* _Work task_:
Go through the entries below and copy each line containing the word "signedInAgent".

* _Data records_:
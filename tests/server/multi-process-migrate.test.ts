/**
 * Two server processes started at the same moment on an empty database (a first deployment, or a rolling
 * one with a new migration): both must come up, with every migration applied exactly once and the demo data
 * (when seeded) written once.
 */
import { afterAll, beforeAll, describe, expect, it } from "vitest";
import { createMailCatcher, type MailCatcher } from "../../server/mail/catcher";
import { loadConfig } from "../../server/config";
import { createSequelize } from "../../server/db/sequelize";
import { migrations } from "../../server/db/migrations/index";
import { DEMO_COMPANY, DEMO_USERS } from "../../server/db/seeders/demo";
import { startServerProcess, type ServerProcess } from "../helpers/server-process";

const config = loadConfig();
const database = `${config.db.database}_mp`; // the test user may create databases named <test db>_*
const admin = createSequelize({ ...config.db, database: "" });
let catcher: MailCatcher;
const servers: ServerProcess[] = [];

beforeAll(async () => {
  await admin.query(`DROP DATABASE IF EXISTS \`${database}\``);
  await admin.query(`CREATE DATABASE \`${database}\` CHARACTER SET utf8mb4 COLLATE utf8mb4_unicode_ci`);
  catcher = createMailCatcher({ port: 0 });
  await catcher.listen();
});

afterAll(async () => {
  await Promise.all(servers.map((s) => s.stop()));
  await catcher?.close();
  await admin.query(`DROP DATABASE IF EXISTS \`${database}\``);
  await admin.close();
}, 30_000);

describe("two processes starting together on an empty database", () => {
  it("both start; each migration is applied once and the demo data is seeded once", async () => {
    const env = {
      NODE_ENV: "test",
      DB_NAME: database,
      PORT: "0",
      HOST: "127.0.0.1",
      LOG_LEVEL: "warn",
      SMTP_URL: `smtp://127.0.0.1:${catcher.port}`,
      PAYMENTS_USE_FAKE: "true",
      PAYMENT_FAKE_PORT: "0",
      RW_SEED_DEMO: "1",
    };
    const started = await Promise.allSettled([startServerProcess(env), startServerProcess(env)]);
    for (const r of started) if (r.status === "fulfilled") servers.push(r.value);
    const failures = started.flatMap((r) => (r.status === "rejected" ? [String((r.reason as Error).message).slice(0, 2_000)] : []));
    expect(failures).toEqual([]);
    const [rows] = await admin.query(`SELECT name FROM \`${database}\`.schema_migrations ORDER BY name`);
    expect((rows as Array<{ name: string }>).map((r) => r.name)).toEqual(migrations.map((m) => m.name));
    for (const s of servers) expect((await fetch(`${s.url}/api/health`)).status).toBe(200);
    // The demo data was seeded once (a second seed would have failed on the unique e-mails, or doubled it).
    const [companies] = await admin.query(`SELECT COUNT(*) AS n FROM \`${database}\`.companies WHERE name = ?`, { replacements: [DEMO_COMPANY] });
    expect(Number((companies as Array<{ n: number }>)[0].n)).toBe(1);
    const [users] = await admin.query(`SELECT COUNT(*) AS n FROM \`${database}\`.users WHERE email = ?`, { replacements: [DEMO_USERS[0].email] });
    expect(Number((users as Array<{ n: number }>)[0].n)).toBe(1);
  }, 120_000);
});
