/**
 * The roof save's fast path: validation once (roofSaveSchema's cross-checks on its own parsed values), the
 * takeoff from the parsed document, the binary-protocol statements (server/db/sql.ts) and the answer put
 * together from the serialised parts. Each check compares with the straightforward way it replaced.
 */
import fc from "fast-check";
import { beforeEach, describe, expect, it } from "vitest";
import { DatabaseError, UniqueConstraintError } from "sequelize";
import { z } from "zod";
import { computeTakeoff } from "../../shared/engine/takeoff";
import { hipRoof } from "../../shared/engine/roof/generators";
import { jobSiteSchema } from "../../shared/schemas/job";
import { roofDocumentShape, roofSaveSchema, underlaySchema, type RoofSaveValues } from "../../shared/schemas/roof";
import { takeoffInputSchema } from "../../shared/schemas/takeoff";
import { executeBinary, sqlDateTime, type WriteResult } from "../../server/db/sql";
import { seedDemoPriceBook } from "../../server/db/seeders/demo-price-book";
import { HttpError } from "../../server/errors";
import { toHttpError, zodFields } from "../../server/middleware/error-handler";
import { AuditEvent, Job, Roof } from "../../server/models/index";
import { parseJsonColumn } from "../../server/presenters/job.presenter";
import { presentRoofDocument } from "../../server/presenters/roof.presenter";
import { rulesForCompany } from "../../server/services/price-book-rules";
import { computeStoredTakeoff, computeStoredTakeoffOfParsed } from "../../server/services/roof-takeoff";
import { signedInAgent } from "../helpers/auth";
import { countRows, testSequelize, truncateAll } from "../helpers/db";
import { buildJob, roofBody } from "../helpers/job-factories";
import type { RoofDocument } from "../../shared/schemas/roof";

beforeEach(truncateAll);

const underlay = { src: "/api/files/plan-3", originFt: [-4, -2] as [number, number], widthFt: 70, rotationDeg: 5, opacity: 0.5, visible: true };

/**
 * roofSaveSchema as it was defined before its cross-checks ran on its own parsed values: the refinement
 * parsed planes, stacks and default assembly again with the takeoff input schema and copied its issues.
 */
const reparsingRoofSaveSchema = z
  .object({
    ...roofDocumentShape,
    version: z.number({ error: "Required" }).int("Must be a whole number").min(0, "Must be 0 or more"),
    underlay: underlaySchema.nullable().optional(),
  })
  .superRefine((v, ctx) => {
    const checked = takeoffInputSchema.safeParse({ planes: v.planes, stacks: v.stacks, defaultStackId: v.defaultStackId });
    if (checked.success) return;
    for (const issue of checked.error.issues) {
      ctx.addIssue({ code: "custom", message: issue.message, path: issue.path as (string | number)[] });
    }
  });

/** Every distinct (path, message) of a failed parse, sorted. */
function issueSet(error: z.ZodError): string[] {
  return [...new Set(error.issues.map((i) => `${i.path.map(String).join(".")} :: ${i.message}`))].sort();
}

type Mutation = (b: Record<string, unknown> & { planes: Record<string, unknown>[]; stacks: Record<string, unknown>[] }) => void;

/** Plane or stack i of the body (a throwaway object when an earlier mutation removed it). */
const P = (b: Parameters<Mutation>[0], i: number) => b.planes[i] ?? {};
const S = (b: Parameters<Mutation>[0], i: number) => b.stacks[i] ?? {};

/** Ways a body goes wrong, field by field and across fields (each applied to a fresh copy). */
const MUTATIONS: Mutation[] = [
  (b) => (P(b, 0).pitch = 30),
  (b) => (P(b, 0).pitch = -1),
  (b) => (P(b, 1).pitch = "6"),
  (b) => (P(b, 0).outline = [[0, 0], [1, 1]]),
  (b) => (P(b, 1).outline = [[0, 0], [10, 10], [10, 0], [0, 10]]),
  (b) => (P(b, 1).outline = [[0, 0], [5, 0], [10, 0]]),
  (b) => (P(b, 0).outline = [[0, 0], [2000, 0], [2000, 10]]),
  (b) => (P(b, 0).outline = "square"),
  (b) => (P(b, 0).eaveEdge = 9),
  (b) => (P(b, 1).eaveEdge = -1),
  (b) => (P(b, 1).eaveEdge = 1.5),
  (b) => (P(b, 0).stackId = "nope"),
  (b) => (P(b, 1).stackId = ""),
  (b) => (P(b, 1).id = P(b, 0).id),
  (b) => (P(b, 0).id = ""),
  (b) => (P(b, 0).edgeTypes = { "7": "ridge" }),
  (b) => (P(b, 0).edgeTypes = { x: "eave" }),
  (b) => (P(b, 1).edgeTypes = { "0": "bogus" }),
  (b) => (P(b, 0).penetrations = [{ kind: "pipe", count: 0 }]),
  (b) => (P(b, 0).name = "n".repeat(200)),
  (b) => b.planes.push({ ...P(b, 0), id: "extra", eaveEdge: 5 }),
  (b) => (S(b, 1).id = S(b, 0).id),
  (b) => (S(b, 0).panel = { coverageWidthIn: 2 }),
  (b) => (b.stacks = []),
  (b) => (b.planes = []),
  (b) => (b.defaultStackId = "zz"),
  (b) => (b.defaultStackId = ""),
  (b) => (b.version = -1),
  (b) => (b.version = 1.5),
  (b) => delete b.version,
  (b) => (b.underlay = { src: "https://elsewhere.example.com/x.png", widthFt: 0 }),
  (b) => (b.underlay = null),
  (b) => (b.underlay = underlay),
];

describe("roofSaveSchema runs the cross-checks on its own parsed values", () => {
  it("gives the same issues (paths and messages) and the same values as parsing the planes and stacks again", () => {
    fc.assert(
      fc.property(fc.uniqueArray(fc.integer({ min: 0, max: MUTATIONS.length - 1 }), { maxLength: 5 }), (picks) => {
        const body = structuredClone(roofBody(0, { underlay })) as unknown as Parameters<Mutation>[0];
        for (const i of picks) MUTATIONS[i](body);
        const now = roofSaveSchema.safeParse(body);
        const before = reparsingRoofSaveSchema.safeParse(body);
        expect(now.success).toBe(before.success);
        if (now.success && before.success) {
          expect(now.data).toEqual(before.data);
        } else if (!now.success && !before.success) {
          // What the API and the forms show (first message per path), and every distinct issue.
          expect(zodFields(now.error)).toEqual(zodFields(before.error));
          expect(issueSet(now.error)).toEqual(issueSet(before.error));
        }
      }),
      { numRuns: 400 },
    );
  });
});

describe("computeStoredTakeoffOfParsed", () => {
  const site = jobSiteSchema.parse({ atticType: "vented", atticFloorAreaSqFt: 1500, climateZone: "6A", iceDamRisk: true });

  it("gives the engine's takeoff for the raw input, with the company's price-book rules", async () => {
    const job = await buildJob();
    await seedDemoPriceBook(testSequelize(), job.companyId);
    const rules = await rulesForCompany(job.companyId);
    expect(Object.keys(rules).length).toBeGreaterThan(0);
    for (const body of [roofBody(0), roofBody(0, { planes: hipRoof(44, 30, 6, { idPrefix: "h" }), underlay })]) {
      const raw = JSON.parse(JSON.stringify(body)) as RoofSaveValues;
      const { version: _v, underlay: _u, ...doc } = roofSaveSchema.parse(raw);
      const expected = computeTakeoff({ site, planes: raw.planes, stacks: raw.stacks, defaultStackId: raw.defaultStackId, rules });
      expect(expected.ok).toBe(true);
      if (!expected.ok) return;
      expect(computeStoredTakeoffOfParsed(doc, site, rules)).toEqual(expected.result);
      expect(await computeStoredTakeoff(doc, site, job.companyId)).toEqual(expected.result);
    }
  });

  it("refuses a bad site or bad rules with the engine's message and fields, as parsing everything does", () => {
    const { version: _v, underlay: _u, ...doc } = roofSaveSchema.parse(roofBody(0));
    const cases: Array<{ site: unknown; rules: Record<string, unknown> }> = [
      { site: { ...site, climateZone: "9Z" }, rules: {} },
      { site: { ...site, codeEdition: 1999, existingLayers: 20 }, rules: {} },
      { site, rules: { waste: { trimPct: 300 } } },
      { site, rules: { trim: { stockLengthFt: 1, endLapIn: 24 } } },
      { site: { ...site, atticType: "attic" }, rules: { fasteners: { screwsPerBox: 0 }, deck: { sheetSqFt: -1 } } },
    ];
    for (const c of cases) {
      const expected = computeTakeoff({ site: c.site, planes: doc.planes, stacks: doc.stacks, defaultStackId: doc.defaultStackId, rules: c.rules });
      expect(expected.ok).toBe(false);
      if (expected.ok) return;
      let thrown: unknown;
      try {
        computeStoredTakeoffOfParsed(doc, c.site, c.rules);
      } catch (err) {
        thrown = err;
      }
      expect(thrown).toBeInstanceOf(HttpError);
      const e = thrown as HttpError;
      expect(e.status).toBe(400);
      expect(e.message).toBe(expected.reason);
      expect(e.fields).toEqual(expected.fields);
    }
  });
});

describe("PUT /api/jobs/:id/roof answer and stored rows", () => {
  it("answers exactly the JSON of the presented stored roof and takeoff, and stores the parsed document", async () => {
    const { agent, token, user } = await signedInAgent({ role: "estimator" });
    await seedDemoPriceBook(testSequelize(), user.companyId);
    const job = await buildJob({ companyId: user.companyId, status: "estimating" });
    const bodies = [
      roofBody(0, { underlay }), // first save: the row is created
      roofBody(1, { planes: hipRoof(50, 30, 8, { idPrefix: "hip" }) }), // keeps the stored underlay
      roofBody(2, { underlay: null }), // removes it
      roofBody(3, { underlay: { ...underlay, widthFt: 90 } }),
    ];
    for (const body of bodies) {
      const before = new Date(Date.now() - 1000);
      const res = await agent.put(`/api/jobs/${job.id}/roof`).set("X-CSRF-Token", token).send(body);
      expect(res.status).toBe(200);
      expect(res.headers["content-type"]).toBe("application/json; charset=utf-8");

      const stored = (await Roof.findOne({ where: { jobId: job.id } }))!;
      const doc = parseJsonColumn<RoofDocument>(stored.document);
      const takeoff = parseJsonColumn<Record<string, unknown>>(stored.takeoff);
      expect(res.text).toBe(JSON.stringify({ data: { ...presentRoofDocument(doc, stored.version), takeoff } }));
      expect(stored.version).toBe(body.version + 1);

      // The stored document is the parsed body, keys in the document's order, the underlay kept or replaced.
      const parsed = roofSaveSchema.parse(body);
      const keptUnderlay = body.underlay === undefined ? underlay : (body.underlay ?? undefined);
      expect(JSON.stringify(doc)).toBe(
        JSON.stringify({ planes: parsed.planes, stacks: parsed.stacks, defaultStackId: parsed.defaultStackId, ...(keptUnderlay ? { underlay: underlaySchema.parse(keptUnderlay) } : {}) }),
      );
      const row = (await Job.findByPk(job.id))!;
      expect(takeoff).toEqual(await computeStoredTakeoff(doc, parseJsonColumn(row.site), user.companyId));
      expect(Number(row.squares)).toBeCloseTo(Math.round((takeoff as { totals: { squares: number } }).totals.squares * 100) / 100, 2);
      expect(row.updatedAt.getTime()).toBeGreaterThanOrEqual(before.getTime());
      expect(stored.updatedAt.getTime()).toBeGreaterThanOrEqual(before.getTime());
    }
    const events = await AuditEvent.findAll({ where: { jobId: job.id }, order: [["id", "ASC"]] });
    expect(events.map((e) => e.action)).toEqual(["created", "saved", "saved", "saved"]);
    expect(events[3].changes).toMatchObject({ version: { from: 3, to: 4 }, stacks: 2, underlay: "set" });
    expect(events[3].actorId).toBe(user.id);
    expect(events[3].createdAt.getTime()).toBeGreaterThan(Date.now() - 60_000);
  });

  it("answers 404 for another company's job whatever the body, and writes nothing", async () => {
    const { agent, token } = await signedInAgent({ role: "owner" });
    const foreign = await buildJob();
    for (const body of [roofBody(0), { version: "x" }]) {
      const res = await agent.put(`/api/jobs/${foreign.id}/roof`).set("X-CSRF-Token", token).send(body);
      expect(res.status).toBe(404);
    }
    expect(await countRows("roofs")).toBe(0);
    expect(await countRows("audit_events")).toBe(0);
  });
});

describe("executeBinary (server/db/sql.ts)", () => {
  it("answers a write with its affected rows and a SELECT with its rows, JSON parsed", async () => {
    const sequelize = testSequelize();
    const job = await buildJob({ status: "estimating" });
    await sequelize.transaction(async (t) => {
      const written = await executeBinary(sequelize, t, "UPDATE jobs SET notes = ?, updated_at = ? WHERE id = ?", ["binary ✓ 'quoted' \\ text", sqlDateTime(new Date()), job.id]);
      expect(written.affectedRows).toBe(1);
      const none = await executeBinary<WriteResult>(sequelize, t, "UPDATE jobs SET notes = ? WHERE id = ?", ["x", job.id + 1000]);
      expect(none.affectedRows).toBe(0);
      const rows = await executeBinary<Array<{ notes: string; site: unknown }>>(sequelize, t, "SELECT notes, site FROM jobs WHERE id = ?", [job.id]);
      expect(rows[0].notes).toBe("binary ✓ 'quoted' \\ text");
      expect(parseJsonColumn(rows[0].site)).toEqual(parseJsonColumn((await Job.findByPk(job.id, { transaction: t }))!.site));
    });
    expect((await Job.findByPk(job.id))!.notes).toBe("binary ✓ 'quoted' \\ text");
  });

  it("raises the Sequelize errors sequelize.query raises, and refuses a finished transaction", async () => {
    const sequelize = testSequelize();
    const job = await buildJob();
    await Roof.create({ jobId: job.id, companyId: job.companyId, version: 1, document: { planes: [], stacks: [], defaultStackId: "" }, takeoff: null });
    const insert = "INSERT INTO roofs (job_id, company_id, version, document, takeoff, created_at, updated_at) VALUES (?, ?, 1, '{}', NULL, NOW(), NOW())";
    await expect(sequelize.transaction((t) => executeBinary(sequelize, t, insert, [job.id, job.companyId]))).rejects.toBeInstanceOf(UniqueConstraintError);
    await expect(sequelize.transaction((t) => executeBinary(sequelize, t, "SELECT no_such_column FROM jobs", []))).rejects.toBeInstanceOf(DatabaseError);
    const t = await sequelize.transaction();
    await t.commit();
    await expect(executeBinary(sequelize, t, "SELECT 1", [])).rejects.toThrow(/commit has been called on this transaction/);
  });

  it("a lock wait that gives up becomes the 409 write_conflict of the error handler, and the waiting transaction is rolled back", async () => {
    const sequelize = testSequelize();
    const job = await buildJob();
    const holder = await sequelize.transaction();
    try {
      await executeBinary(sequelize, holder, "SELECT id FROM jobs WHERE id = ? FOR UPDATE", [job.id]);
      let caught: unknown;
      try {
        await sequelize.transaction(async (t) => {
          await executeBinary(sequelize, t, "SET STATEMENT innodb_lock_wait_timeout = 1 FOR UPDATE jobs SET notes = 'waiting' WHERE id = ?", [job.id]);
        });
      } catch (err) {
        caught = err;
      }
      expect(caught).toBeInstanceOf(DatabaseError);
      const http = toHttpError(caught);
      expect([http.status, http.code]).toEqual([409, "write_conflict"]);
    } finally {
      await holder.rollback();
    }
    expect((await Job.findByPk(job.id))!.notes).toBeNull();
  });
});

* _Result_:
import { signedInAgent } from "../helpers/auth";
    const { agent, token, user } = await signedInAgent({ role: "estimator" });
    const { agent, token } = await signedInAgent({ role: "owner" });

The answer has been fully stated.